Шульмайер внимательно посмотрел на журналиста. Ему показалось, что Бернат даже побледнел. Старик, конечно, обеспокоен, хочет знать, почему он молчит и какое именно примет решение. Майору внезапно пришло в голову, каким замечательным сотрудником был бы для него Бернат, работать с ним — одно наслаждение, они превосходно понимали бы друг друга. Шульмайер закурил.
— Господин доктор, почему вы решили, что я могу помочь вашему другу?
У Берната был еще один козырь, который он не открывал до времени. Он хранил его на крайний случай.
— Милана Радовича может вызволить из гестапо только человек, которому Рейнхард Гейдрих полностью доверяет. Этот человек — вы, майор Хорст Шульмайер! Я думаю, что в интересах Гейдриха выполнить просьбу человека, внедренного им в абвер. Выражение «внедренного» я мысленно ставлю в кавычки.
Бернат заметил, как задрожали пальцы майора, в которых тот держал сигарету. Шульмайер побледнел, даже губы его стали совсем белыми. Бернат отлично понимал, что майор стоит перед выбором.
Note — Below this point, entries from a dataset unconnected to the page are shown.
fn parse_reference(cx: &Ctx<'_>, doc: &toml::Table) -> Result<ParsedReference, StudyError> {
    let t = match doc.get("reference") {
        None => return Ok((None, None)),
        Some(toml::Value::Table(t)) => t,
        Some(_) => {
            return Err(cx.err(
                &["reference".into()],
                "`reference` must be a table [reference]",
            ));
        }
    };
    let mut settings = toml::Table::new();
    let mut runs = 4u64;
    for (k, v) in t {
        let here = [Seg::from("reference"), Seg::from(k.as_str())];
        if k == "runs" {
            let max = super::limits::MAX_REFERENCE_RUNS;
            match v.as_integer() {
                Some(r) if r >= 2 && r as u64 <= max => runs = r as u64,
                _ => {
                    return Err(cx.err(
                        &here,
                        format!("`runs` = {} is not allowed; allowed: an integer from 2 to {max} (pooled reference runs)", value_text(v)),
                    ))
                }
            }
            continue;
        }
        if !SamplerSettings::KEYS.contains(&k.as_str()) || k == "external" {
            let mut allowed: Vec<&str> = SamplerSettings::KEYS
                .iter()
                .copied()
                .filter(|k| *k != "external")
                .collect();
            allowed.extend(REFERENCE_KEYS);
            return Err(cx.err(
                &here,
                format!(
                    "unknown key `{k}` in [reference]{}; allowed: {}",
                    suggest(k, &allowed),
                    allowed.join(", ")
                ),
            ));
        }
        check_setting(k, v).map_err(|m| cx.err(&here, m))?;
        settings.insert(k.clone(), v.clone());
    }
    let s: SamplerSettings = toml::Value::Table(settings)
        .try_into()
        .map_err(|e| cx.err(&["reference".into()], e.message().to_string()))?;
    s.validate().map_err(|e| {
        cx.err(
            &[Seg::from("reference"), Seg::from(e.key.as_str())],
            format!("[reference]: {e}"),
        )
    })?;
    let json = t
        .iter()
        .map(|(k, v)| {
            let j = toml_to_json(v);
            let j = if k == "runs" {
                j
            } else {
                SamplerSettings::normalise_value(k, &j)
            };
            (k.clone(), j)
        })
        .collect();
    Ok((Some(ReferenceSpec { sampler: s, runs }), Some(json)))
}

/// Split a parameter path such as `components[1].mean[0]` into its segments.
fn key_path(key: &str) -> Vec<Seg> {
    let mut out = Vec::new();
    for part in key.split('.') {
        let mut rest = part;
        if let Some(b) = rest.find('[') {
            out.push(Seg::from(&rest[..b]));
            rest = &rest[b..];
            while let Some(stripped) = rest.strip_prefix('[') {
                let Some(end) = stripped.find(']') else { break };
                if let Ok(i) = stripped[..end].parse::<usize>() {
                    out.push(Seg::from(i));
                }
                rest = &stripped[end + 1..];
            }
        } else {
            out.push(Seg::from(rest));
        }
    }
    out
}

fn valid_name(s: &str) -> bool {
    !s.is_empty()
        && s.len() <= MAX_NAME_LEN
        && s.chars()
            .all(|c| c.is_ascii_alphanumeric() || matches!(c, '-' | '_' | '.'))
}

/// Derive a label `family-dim` for an unlabelled target, made unique with a suffix.
fn derive_label(spec: &toml::Table, taken: &[String]) -> String {
    let family = spec
        .get("family")
        .and_then(|v| v.as_str())
        .unwrap_or("target");
    let base = match spec.get("dim").and_then(|v| v.as_integer()) {
        Some(d) => format!("{family}-{d}"),
        None => family.to_string(),
    };
    if !taken.contains(&base) {
        return base;
    }
    (2..)
        .map(|i| format!("{base}-{i}"))
        .find(|l| !taken.contains(l))
        .unwrap_or(base)
}

/// Most targets one sweep (one `[[target]]` entry with lists) may expand into: the product of
/// its lists' lengths. A sweep is for reading a trend along a few values; beyond this a study
/// is better split, and every expanded target is built (and holds its reference values) before
/// the first run.
pub const MAX_SWEEP_TARGETS: usize = 1000;

/// One swept key of a `[[target]]` entry: its name and its list of values.
type SweptKey = (String, Vec<toml::Value>);

/// The keys of `spec` that sweep: sweepable scalars of the family (see
/// [`assay_targets::sweepable`]) given as lists, in file order, each list checked to be a
/// non-empty list of distinct numbers.
fn swept_keys(cx: &Ctx<'_>, i: usize, spec: &toml::Table) -> Result<Vec<SweptKey>, StudyError> {
    let Some(family) = spec.get("family").and_then(|f| f.as_str()) else {
        return Ok(Vec::new());
    };
    let name = spec
        .get("label")
        .and_then(|l| l.as_str())
        .map_or_else(|| format!("number {}", i + 1), |l| format!("`{l}`"));
    let mut keys: Vec<SweptKey> = Vec::new();
    for (k, v) in spec {
        let toml::Value::Array(values) = v else {
            continue;
        };
        if !assay_targets::sweepable(family, k) {
            continue;
        }
        let at = |j: Option<usize>| {
            let mut path = vec![Seg::from("target"), Seg::from(i), Seg::from(k.as_str())];
            path.extend(j.map(Seg::from));
            path
        };
        let allowed = format!(
            "allowed: a non-empty list of distinct numbers, one target per value, e.g. {k} = [2, 5, 10]"
        );
        if values.is_empty() {
            return Err(cx.err(
                &at(None),
                format!("target {name}: sweep `{k}` = [] is an empty list; {allowed}"),
            ));
        }
        for (j, x) in values.iter().enumerate() {
            let Some(xf) = sweep_number(x) else {
                return Err(cx.err(
                    &at(Some(j)),
                    format!(
                        "target {name}: sweep `{k}` element {j} is {}, not a number; {allowed}",
                        value_text(x)
                    ),
                ));
            };
            let same = |y: &toml::Value| match (x, y) {
                (toml::Value::Integer(a), toml::Value::Integer(b)) => a == b,
                _ => sweep_number(y) == Some(xf),
            };
            if values[..j].iter().any(same) {
                return Err(cx.err(
                    &at(Some(j)),
                    format!(
                        "target {name}: sweep `{k}` lists {} twice; {allowed}",
                        value_text(x)
                    ),
                ));
            }
        }
        keys.push((k.clone(), values.clone()));
    }
    // toml::Table keeps keys sorted; restore the file order (first listed key slowest).
    keys.sort_by_key(|(k, _)| {
        locate(
            cx.src,
            &[Seg::from("target"), Seg::from(i), Seg::from(k.as_str())],
        )
        .unwrap_or((usize::MAX, 0))
    });
    let count = keys.iter().try_fold(1usize, |n, (_, v)| {
        n.checked_mul(v.len()).filter(|&n| n <= MAX_SWEEP_TARGETS)
    });
    if count.is_none() {
        let sizes: Vec<String> = keys
            .iter()
            .map(|(k, v)| format!("{k}: {}", v.len()))
            .collect();
        let first = &keys[0].0;
        return Err(cx.err(
            &[Seg::from("target"), Seg::from(i), Seg::from(first.as_str())],
            format!(
                "target {name}: the sweep expands into more than {MAX_SWEEP_TARGETS} targets ({} \
                 values); allowed: at most {MAX_SWEEP_TARGETS} targets per sweep \
                 (MAX_SWEEP_TARGETS), split the study",
                sizes.join(" x ")
            ),
        ));
    }
    Ok(keys)
}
Решившись помочь освободить Радовича из тюрьмы, он полностью отдается на его, Берната, милость.
Молчание стало непереносимым. Бернату казалось, что прошло ужасно много времени с тех пор, как они сидят, глядят друг на друга и чего-то ждут. Они до предела разоткровенничались друг перед другом, раскрыли все свои тайны, состоявшийся между ними разговор связал их не на жизнь, а на смерть.
— Господин майор, — искренне заговорил Бернат, — я не намерен шантажировать вас. Предлагаю вам союз и братство по оружию. — А так как Шульмайер все еще молчал, журналист добавил: — Мариус Никль стар, он, чего доброго, и не доживет до краха нацизма. Может случиться так, что именно я сумею сказать где надо, что майор Шульмайер один из настоящих, честных немцев.
Майор понимающе кивнул:
— Собственно говоря, я должен был бы застрелить вас на месте и я в состоянии это сделать. Но я не убийца. Попытаюсь совершить невозможное. Если все-таки удастся вытащить Радовича из тюрьмы, он останется здесь, в Берлине?
— Нет. Его переправят во Францию.
Милан Радович в полуобморочном состоянии лежал на дощатых нарах. Прошло десять дней после его ареста, а случилось это в пятницу 24 августа. С тех пор он ни разу не брился. Худое лицо заросло густой щетиной. Он лежал с закрытыми глазами и улыбался — никак не мог отвыкнуть от этой проклятой ухмылки. Сыщики думают, что он над ними смеется. А ведь ему вовсе не до улыбок, плакать хочется до боли. И он сам не может объяснить, откуда взялась у него на лице эта отвратительная гримаса. Он знал, что находится в гестапо на улице Папештрассе. В прошлом году он внимательно осмотрел это огромное здание, и тогда у него мелькнула мысль, что бы он сделал, если бы и его приволокли сюда. Он даже сказал Анне, шедшей с ним рядом под руку:
— Как ты считаешь, можно отсюда сбежать?
— Не думаю, — ответила девушка.
Здание усиленно охранялось эсэсовцами в черных мундирах.
— Анна, — прошептал он и, увидев перед собой дорогое ему лицо девушки с пепельными волосами, почувствовал стеснение в груди.
Хорошо, что о существовании Анны даже Чаба не знает. О ней известно только Гезе Бернату, но старик вне всяких подозрений. Это, конечно, ничего не значит; он тоже все время был вне подозрений и вот провалился. Кто его выдал? Он потер заросший щетиной подбородок — движение вызвало боль: после допроса опухло плечо, быть может, разрыв мышц. А может, и нет. Скорее всего, плечо болит от напряжения — при разрыве мышц или связок он не смог бы даже пошевелить рукой. Мучила сильная жажда. Но эти проклятые эсэсовцы даже воды не дают. Милан провел языком по треснувшим губам. Сигареты тоже отобрали. Сразу видно, что гестапо не бюро по туризму, обеспечивающее своим клиентам все удобства.
С туризма мысли Радовича перескочили на поездку в поезде, во время которой он не заметил ничего подозрительного. Может решительно утверждать, что тогда хвоста за ним не было. С Клавечкой, согласно новому распоряжению, он встретился в Будапеште перед самым отъездом в обувной секции универмага «Париж». Разговор у них занял не более пяти минут. Тот сообщил ему о задании, сказал, что о результатах надо сообщать Цезарю. Потом они расстались. На другой день он сел в поезд, а задержали его почти на границе, хорошо еще, что не в Берлине. Анна встречала его на вокзале, но она, быстро оценив обстановку, поступила разумно: как ни в чем не бывало осталась на перроне. Милан никогда не забудет ее испуганных, широко раскрытых глаз.